Lowest cost at scale
Gemini 2.5 Flash
At $0.15/$0.6 per 1M tokens, it is the cheaper of the two — the gap dominates the bill on high-volume workloads.
Which should you pick?
A cost-sensitive startup shipping high volume
→ Gemini 2.5 Flash
At $0.15/$0.6 per 1M tokens it undercuts GLM 5.2, and on millions of tokens that margin decides the monthly bill.
A team with data-privacy or self-hosting needs
→ GLM 5.2
Open weights let you run it on your own hardware; Gemini 2.5 Flash is API-only.
Anyone whose priority is cheapest 1m-context option
→ Gemini 2.5 Flash
It is specifically built for that.
Anyone whose priority is long-horizon agentic coding
→ GLM 5.2
That is its strongest area.
An enterprise with regional data-residency rules
→ Gemini 2.5 Flash or GLM 5.2
Origin (US vs China) affects where data is processed and which compliance regime applies — check the provider's terms for your region.
Gemini 2.5 Flash: where it fits
Google's ultra-cheap, fast 1M-context model for high-volume multimodal work. Released June 2025 by Google, it is built for cheapest 1M-context option, very fast, high-volume multimodal, and workspace integration.
Its trade-offs are real: lighter reasoning than Pro tiers, and superseded by 3.5 Flash. At $0.15 in / $0.6 out per million tokens, it sits in the budget price band.
GLM 5.2: where it fits
An open-weight reasoning model built for long-horizon coding and multi-step agent workflows — strong and cheap.

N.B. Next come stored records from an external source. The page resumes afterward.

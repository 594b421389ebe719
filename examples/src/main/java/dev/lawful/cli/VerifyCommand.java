package dev.lawful.cli;

import dev.lawful.algebra.LawSet;
import dev.lawful.enforce.LawResiduals;
import dev.lawful.enforce.ResidualAccumulator;
import dev.lawful.enforce.ResidualReport;
import dev.lawful.io.JsonWriter;
import java.io.PrintWriter;
import java.nio.file.Path;
import java.util.HashMap;
import java.util.List;
import java.util.Map;
import java.util.Set;
import java.util.concurrent.Callable;
import picocli.CommandLine.Command;
import picocli.CommandLine.Mixin;
import picocli.CommandLine.Model.CommandSpec;
import picocli.CommandLine.Option;
import picocli.CommandLine.ParameterException;
import picocli.CommandLine.Parameters;
import picocli.CommandLine.ParentCommand;
import picocli.CommandLine.Spec;

/**
 * {@code lawful verify FILE.law --in DATA [--tol T] [--json]}: how well the rows of a data file obey the laws.
 *
 * <p>The data (CSV, NumPy {@code .npy}/{@code .npz}, HDF5 or NetCDF-4, or CSV on standard input; {@link DataInput})
 * must name every input and output element of the law file that a law or limit involves ({@code name} or
 * {@code name[i]}), in any order; other columns are ignored with a note on standard error (see {@link DataFiles}). The
 * rows are read and judged in chunks on every core, in constant memory; the report is merged exactly from the workers'
 * partial ones ({@link ResidualAccumulator}), so it has the same bits however the rows were split. Each row is a sample
 * in the declared units. The report ({@link ResidualReport}) gives, for each scalar law, the largest, mean and
 * 99th-percentile residual in the law's unit and relative to the law's natural scale, the samples over the tolerance,
 * the NaN or infinite residuals and a histogram by decade; it is printed as aligned tables with a verdict that names
 * the worst line of the file for each law over the tolerance, or with {@code --json} as one JSON object: {@code file},
 * {@code data}, {@code ignoredColumns}, {@code report} (the form of {@link ResidualReport#writeJson}) and {@code worst}
 * (for each scalar law, {@code {law, line}}: the line of the file with the largest relative residual, null without
 * samples). A file with limits adds, per scalar limit, the rows outside it (its value g below 0, or NaN: limits have no
 * tolerance) and the smallest g in the limit's unit with its line ({@link LimitCheck}; {@code limits} in JSON).
 *
 * <p>Exit status: {@value Lawful#EXIT_OK} every sample within tolerance for every law; {@value Lawful#EXIT_INVALID}
 * some relative residual over the tolerance (or NaN), a row outside a limit, or errors in the law file; {@value Lawful#EXIT_USAGE} usage
 * error, a file that cannot be read, or a CSV problem (missing or misnamed column, row of the wrong length, value
 * that is not a number, no data rows), each with its line number.
 */
@Command(name = "verify",
        mixinStandardHelpOptions = true,
        version = Lawful.VERSION,
        description = {
            "Reports how well the rows of a data file (CSV, NumPy .npy or .npz, HDF5 or NetCDF-4) obey the laws "
                    + "of a law file: for each scalar law the largest, mean and 99th-percentile residual |lhs - rhs| "
                    + "in the law's unit and relative to the law's "
                    + "natural scale, the rows over the tolerance, NaN or infinite residuals, and a histogram of the "
                    + "relative residual by decade.",
            "The CSV header names every input and output element (name or name[i]) in any order; other columns are "
                    + "ignored with a note. Lines starting with # are comments.",
            "For a law file with limits, it also reports for each scalar limit the rows outside it (g < 0, or NaN; "
                    + "limits have no tolerance) and the worst value in the limit's unit; a row outside a limit gives "
                    + "exit status 1."},
        exitCodeListHeading = "%nExit status:%n",
        exitCodeList = {
            "0:every row obeys every law within the tolerance",
            "1:a relative residual is over the tolerance (or NaN), or the law file has errors",
            "2:usage error, a file that cannot be read, or a CSV problem (missing or misnamed column, row of the "
                    + "wrong length, value that is not a number, no data rows)"},
        footerHeading = "%nCaution:%n",
        footer = "Exact laws do not make a surrogate valid: validate it against trusted models and the applicable "
                + "codes before it informs real decisions.")
public final class VerifyCommand implements Callable<Integer> {
    @Spec
    private CommandSpec spec;

    @ParentCommand
    private Lawful parent;

    @Parameters(index = "0", paramLabel = "FILE.law", description = "the law file (UTF-8 text)")
    private Path file;

    @Mixin
    private DataInput input;

    @Option(names = "--tol", paramLabel = "T", defaultValue = "1e-9",
            description = "largest relative residual |lhs - rhs| / scale accepted (default: ${DEFAULT-VALUE}). "
                    + "Laws completed in double hold to a few 1e-16 of their scale and `lawful complete` writes "
                    + "numbers that read back exactly, so 1e-9 leaves room for data passed through other tools with "
                    + "10 or more significant digits and still catches any real violation; use about 1e-6 for "
                    + "outputs computed in float32 (one float32 rounding is up to 6e-8 of a value).")
    private double tolerance;

    @Option(names = "--json", description = "print one JSON object instead of the tables")
    private boolean json;

    /** Creates the command; picocli calls this and fills in the arguments. */
    public VerifyCommand() {
    }

    /** What one worker thread accumulates. */
    private static final class Work {
        final ResidualAccumulator residuals;
        final LimitCheck limits;

        Work(LawSet laws, double tolerance) {
            residuals = new ResidualAccumulator(laws, tolerance);
            limits = laws.expand().limitCount() == 0 ? null : new LimitCheck(laws.expand());
        }
    }

    /**
     * Reads the files, computes the report and prints it.
     *
     * @return the exit status
     * @throws ParameterException when the tolerance is negative, infinite or NaN (a usage error, exit 2)
     */
    @Override
    public Integer call() {
        PrintWriter out = spec.commandLine().getOut();
        PrintWriter err = spec.commandLine().getErr();
        if (!(tolerance >= 0) || Double.isInfinite(tolerance)) {
            throw new ParameterException(spec.commandLine(), "--tol must be a finite number >= 0, found "
                    + tolerance);
        }
        try {
            return verify(out, err);
        } catch (CommandFailure f) {
            err.println(f.getMessage());
            return f.status();
        }
    }

    private int verify(PrintWriter out, PrintWriter err) throws CommandFailure {
        LawSet laws = DataFiles.readLaws("verify", file, err);
        try (RowSource source = input.open("verify", parent.stdin())) {
            DataFiles.Selection sel = DataFiles.select("verify", source, file.toString(),
                    DataFiles.needed(laws, laws.outputNames(), "an output"), Set.of(), DataFiles.unused(laws));
            for (String note : sel.notes()) {
                err.println(note);
            }
            Streamed<Work> run = Streamed.run("verify", source, sel, parent, err, () -> new Work(laws, tolerance),
                    (rows, x, y, w) -> {
                        w.residuals.add(x, y, rows.count(), rows.firstRow(), rows.tags());
                        if (w.limits != null) {
                            w.limits.add(x, y, rows.count(), rows.firstRow(), rows.tags());
                        }
                    }, laws.inputWidth());
            Work all = run.workspaces().get(0);
            for (Work w : run.workspaces().subList(1, run.workspaces().size())) {
                all.residuals.merge(w.residuals);
                if (all.limits != null) {
                    all.limits.merge(w.limits);
                }
            }
            print(out, source, sel, run.rows(), all);
            boolean inside = all.limits == null || all.limits.allInside();
            return all.residuals.report().withinTolerance() && inside ? Lawful.EXIT_OK : Lawful.EXIT_INVALID;
        } catch (java.io.IOException e) {
            throw new CommandFailure(Lawful.EXIT_USAGE, "lawful verify: cannot read " + input.in + ": "
                    + CheckCommand.reason(e));
        }
    }

    private void print(PrintWriter out, RowSource source, DataFiles.Selection sel, long rows, Work all) {
        ResidualReport report = all.residuals.report();
        Map<Integer, Long> tagOf = new HashMap<>();
        for (int i = 0; i < report.laws().size(); i++) {
            tagOf.put(report.laws().get(i).worstSample(), all.residuals.worstTag(i));
        }
        String place = source instanceof CsvSource ? "line" : "row";
        if (json) {
            JsonWriter w = JsonWriter.pretty(out);
            w.beginObject().name("file").value(file.toString()).name("data").value(source.name());
            w.name("ignoredColumns").beginArray();
            for (String c : sel.extra()) {
                w.value(c);
            }
            w.endArray();
            w.name("absentColumns").beginArray();
            for (String c : sel.absent()) {
                w.value(c);
            }
            w.endArray();
            report.writeJson(w.name("report"));
            w.name("worst").beginArray();
            for (LawResiduals l : report.laws()) {
                w.beginObject().name("law").value(l.name()).name(place);
                if (l.worstSample() < 0) {
                    w.nullValue();
                } else {
                    w.value(tagOf.get(l.worstSample()));
                }
                w.endObject();
            }
            w.endArray();
            if (all.limits != null) {
                all.limits.writeJson(w.name("limits"), place);
            }
            w.endObject();
            out.println();
        } else {
            out.println(file + ": " + rows + (rows == 1 ? " row" : " rows") + " of " + source.name());
            out.println();
            out.print(report.toTable(k -> source.place(tagOf.get(k))));
            coverage(out, report);
            if (all.limits != null) {
                all.limits.print(out, rows, source);
            }
        }
    }

    /**
     * When some residual is NaN or infinite, says how many rows max, mean and p99 cover (the rows whose residual is
     * finite), so that a 0 over a handful of finite rows is not read as a statement about all of them.
     */
    private static void coverage(PrintWriter out, ResidualReport report) {
        List<LawResiduals> partial = report.laws().stream().filter(l -> l.nonFinite() > 0).toList();
        if (partial.isEmpty()) {
            return;
        }
        StringBuilder sb = new StringBuilder("max, mean and p99 cover only the rows with a finite residual:");
        for (LawResiduals l : partial) {
            sb.append(' ').append(l.name()).append(' ').append(l.finite()).append(" of ").append(l.samples())
                    .append(" rows,");
        }
        sb.setLength(sb.length() - 1);
        out.println(sb);
    }
}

Released June 16, 2026 by Z.ai, it is built for long-horizon agentic coding, project-level software engineering, tool use across long-running tasks, and tops the open-weight intelligence index.
Its trade-offs: text-only — no native multimodal input, and new release with a limited third-party track record. At $0.98 in / $3.08 out per million tokens, it sits in the budget price band.

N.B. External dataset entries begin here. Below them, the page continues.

package dev.lawful.cli;

/**
 * Text made safe for a terminal. Messages quote law and data files, and a control character in a file (an escape
 * sequence that moves the cursor, recolours or retitles the terminal, a backspace, a bidirectional override that
 * reorders what is shown) must be shown, not obeyed. Every such character becomes a visible escape in the form
 * JSON and Java share, a backslash, {@code u} and four hexadecimal digits ({@code u001B} for ESC, {@code u202E} for
 * the right-to-left override): the C0 and C1 control
 * characters, DEL, and the Unicode format characters (general category Cf: bidirectional controls, zero-width
 * characters). A JSON text stays valid JSON with the same meaning. Line feed, carriage return (the progress display rewrites its
 * line with it) and tab are kept, so line structure and alignment survive.
 */
final class Printable {
    private Printable() {
    }

    /**
     * @param text any text
     * @return {@code text} with each control or format character other than {@code \n}, {@code \r} and {@code \t}
     *         replaced by its escape; {@code text} itself when it has none
     */
    static String escape(String text) {
        int n = text.length();
        int i = 0;
        while (i < n && !unsafe(text.charAt(i))) {
            i++;
        }
        if (i == n) {
            return text;
        }
        StringBuilder sb = new StringBuilder(n + 8).append(text, 0, i);
        for (; i < n; i++) {
            char c = text.charAt(i);
            if (!unsafe(c)) {
                sb.append(c);
            } else {
                sb.append(String.format("\\u%04X", (int) c));
            }
        }
        return sb.toString();
    }

    private static boolean unsafe(char c) {
        if (c == '\n' || c == '\r' || c == '\t') {
            return false;
        }
        return c < 0x20 || (c >= 0x7F && c < 0xA0) || Character.getType(c) == Character.FORMAT;
    }
}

The bottom line for this matchup
The defining split here is open vs. closed. GLM 5.2 gives you weights you control — self-host it, fine-tune it, keep data in-house, pay only for hardware. Gemini 2.5 Flash gives you a managed, always-updated API with no infrastructure to run. Teams with GPUs, privacy requirements, or huge volume often favour the open model; teams that want zero ops and the latest capabilities favour the closed one. Capability is close enough that this operational question, not the benchmark, usually decides it.

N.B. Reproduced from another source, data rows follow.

package dev.lawful.cli;

import dev.lawful.algebra.Declaration;
import dev.lawful.algebra.LawSet;
import java.io.BufferedOutputStream;
import java.io.IOException;
import java.io.InputStream;
import java.io.OutputStream;
import java.nio.charset.StandardCharsets;
import java.nio.file.Files;
import java.nio.file.Path;
import java.util.ArrayList;
import java.util.HashMap;
import java.util.List;
import java.util.Map;
import java.util.zip.CRC32;
import java.util.zip.CheckedOutputStream;
import java.util.zip.ZipEntry;
import java.util.zip.ZipOutputStream;

/**
 * The completed table as a NumPy {@code .npz} archive, as {@code numpy.savez} writes one: a ZIP archive of
 * uncompressed (stored) {@code .npy} members, ZIP64 where a member or the archive passes 4 GB. Each element of the
 * law file is one member, inputs first, then outputs, in declared order: a scalar {@code T} is {@code T.npy}, a
 * one-dimensional float64 array of shape (rows,); a vector {@code feed} of k ≥ 2 components is {@code feed.npy}, a
 * two-dimensional C-order float64 array of shape (rows, k), which {@link NpzSource} reads back as columns
 * {@code feed[0]} to {@code feed[k-1]}. A vector with only some components in the table (those no law involves may
 * be absent from the data), or with one, has each of its components as a one-dimensional member
 * {@code feed[i].npy}, which reads back under the same name.
 *
 * <p>The row count is known only at the end, and a stored ZIP entry needs its size and CRC-32 before its data, so
 * each member's data are first written to a hidden file beside the target ({@link OutputTarget#scratch()}), their
 * CRC-32 computed on the way; at the end each member is written to the archive: its .npy prefix with the final
 * shape, then its data copied from that file, the entry's CRC-32 combined from the two ({@link Crc32Combine}).
 * Memory stays bounded whatever the row count.
 */
final class NpzOutput extends TableOutput {
    /** The .npy prefix of every member: room for any 64-bit row count, a multiple of 64 bytes (as .npy output). */
    private static final int PREFIX = 128;
    /** Bytes buffered per member file; a chunk's part of a member is usually larger and written straight through. */
    private static final int MEMBER_BUFFER = 1 << 14;
    /** Bytes copied at a time from a member file into the archive. */
    private static final int COPY_BUFFER = 1 << 16;

    private final List<Member> members;
    private final List<Path> files = new ArrayList<>();
    private final List<CheckedOutputStream> out = new ArrayList<>();
    private final long[] written;

    /**
     * One member: its name (without {@code .npy}), the table columns it holds, and whether it is two-dimensional.
     *
     * @param name   the member's name
     * @param from   its first column in the table
     * @param width  its number of columns
     * @param matrix whether its shape is (rows, width) rather than (rows,)
     */
    record Member(String name, int from, int width, boolean matrix) {
    }

    /**
     * @param columns the table's columns, in order
     * @param xAt     the input element of each input column
     * @param yAt     the output element of each output column
     * @param laws    the law set, whose elements name the members
     */
    NpzOutput(List<String> columns, int[] xAt, int[] yAt, LawSet laws) {
        super(columns, xAt, yAt);
        this.members = members(laws, columns);
        this.written = new long[members.size()];
    }

    /**
     * @param laws    the law set
     * @param columns the table's columns: element names ({@code T}, {@code feed[0]}) in declared order, inputs
     *                first
     * @return the members, in the table's column order
     */
    static List<Member> members(LawSet laws, List<String> columns) {
        Map<String, Integer> at = new HashMap<>();
        for (int c = 0; c < columns.size(); c++) {
            at.put(columns.get(c), c);
        }
        List<Declaration.Variable> elements = new ArrayList<>(laws.inputs());
        elements.addAll(laws.outputs());
        List<Member> members = new ArrayList<>();
        for (Declaration.Variable v : elements) {
            if (!v.vector()) {
                if (at.containsKey(v.name())) {
                    members.add(new Member(v.name(), at.get(v.name()), 1, false));
                }
                continue;
            }
            boolean all = v.size() >= 2;
            for (int i = 0; i < v.size(); i++) {
                all &= at.containsKey(v.name() + "[" + i + "]");
            }
            if (all) {
                members.add(new Member(v.name(), at.get(v.name() + "[0]"), v.size(), true));
                continue;
            }
            for (int i = 0; i < v.size(); i++) {
                String component = v.name() + "[" + i + "]";
                if (at.containsKey(component)) {
                    members.add(new Member(component, at.get(component), 1, false));
                }
            }
        }
        return List.copyOf(members);
    }

    @Override
    byte[] begin() {
        return new byte[0];
    }

    @Override
    void start(OutputTarget target) throws IOException {
        super.start(target);
        for (int m = 0; m < members.size(); m++) {
            Path p = target.scratch();
            files.add(p);
            out.add(new CheckedOutputStream(new BufferedOutputStream(Files.newOutputStream(p), MEMBER_BUFFER),
                    new CRC32()));
        }
    }

    /** Member by member: each member's {@code n × width} values in C order, one member after the other. */
    @Override
    Ascii rows(double[] x, int nIn, double[] y, int width, byte[] status, int n) {
        Ascii bytes = buffer(n * columns.size() * Double.BYTES);
        for (Member m : members) {
            for (int s = 0; s < n; s++) {
                for (int c = m.from(); c < m.from() + m.width(); c++) {
                    bytes.appendLittleEndian(value(x, nIn, y, width, s, c));
                }
            }
        }
        return bytes;
    }

    @Override
    void write(Ascii rows) throws IOException {
        int n = rows.length() / (columns.size() * Double.BYTES);
        int from = 0;
        for (int m = 0; m < members.size(); m++) {
            int length = n * members.get(m).width() * Double.BYTES;
            rows.writeTo(out.get(m), from, length);
            written[m] += length;
            from += length;
        }
    }

    /**
     * Writes the archive: each member's entry, stored, with its .npy prefix for {@code rows} rows and its data.
     *
     * @throws IOException when a member file cannot be read back or the archive cannot be written
     */
    @Override
    void finish(OutputTarget target, long rows) throws IOException {
        for (OutputStream o : out) {
            o.close();
        }
        ZipOutputStream zip = new ZipOutputStream(stream(), StandardCharsets.UTF_8);
        byte[] copy = new byte[COPY_BUFFER];
        for (int m = 0; m < members.size(); m++) {
            Member member = members.get(m);
            long[] shape = member.matrix() ? new long[] {rows, member.width()} : new long[] {rows};
            byte[] header = NpyFormat.header("<f8", false, shape, PREFIX);
            long expected = rows * member.width() * Double.BYTES;
            if (written[m] != expected || Files.size(files.get(m)) != expected) {
                throw new IOException("the temporary file of member " + member.name() + ".npy holds "
                        + Files.size(files.get(m)) + " bytes, expected " + expected + " for " + rows + " rows of "
                        + member.width() + " columns; was it changed while the command ran?");
            }
            CRC32 crc = new CRC32();
            crc.update(header);
            ZipEntry e = new ZipEntry(member.name() + ".npy");
            e.setMethod(ZipEntry.STORED);
            e.setSize(header.length + expected);
            e.setCompressedSize(header.length + expected);
            e.setCrc(Crc32Combine.combine(crc.getValue(), out.get(m).getChecksum().getValue(), expected));
            zip.putNextEntry(e);
            zip.write(header);
            try (InputStream in = Files.newInputStream(files.get(m))) {
                for (int k; (k = in.read(copy)) > 0; ) {
                    zip.write(copy, 0, k);
                }
            }
            zip.closeEntry();
        }
        // the central directory; the target's stream stays open until the target is committed
        zip.finish();
        super.finish(target, rows);
    }

    @Override
    void release() {
        for (OutputStream o : out) {
            try {
                o.close();
            } catch (IOException ignored) {
                // the files are removed with the target's other temporary files; the real error is being reported
            }
        }
    }
}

Want both Gemini 2.5 Flash and GLM 5.2 without two subscriptions? LumiChats gives you these plus 40+ models under one ₹69/day pass (about $1/day) — draft with one, cross-check with the other.
Public SWE-Bench figures are not available for either model, so the honest test is your own repository — run an identical real bug through both. By design, Gemini 2.5 Flash leans toward cheapest 1m-context option while GLM 5.2 leans toward long-horizon agentic coding, and that positioning usually predicts which feels better on your codebase.
Which is cheaper, Gemini 2.5 Flash or GLM 5.2?
GLM 5.2 is open-weight, so self-hosting means no per-token fee (you pay for hardware instead), while Gemini 2.5 Flash is API-metered at $0.15/$0.6 per 1M tokens. For most teams without GPUs, the API model is cheaper to start; at very high volume, self-hosting can win.
Which has the bigger context window?
Both advertise 1M (~1,500 pages). Remember advertised ≠ usable: recall typically degrades before the ceiling.
Can I use both Gemini 2.5 Flash and GLM 5.2 together?
Yes — a multi-model platform like LumiChats gives you Gemini 2.5 Flash, GLM 5.2 and 40+ others under one ₹69/day pass (about $1/day), so you can draft with one and cross-check with the other instead of buying two subscriptions.
Which is newer, Gemini 2.5 Flash or GLM 5.2?
GLM 5.2 — released June 16, 2026, about 13 months after Gemini 2.5 Flash.
Specifications and benchmarks reflect publicly reported figures as of June 2026 and may change as providers release updates. Always verify on your own workload.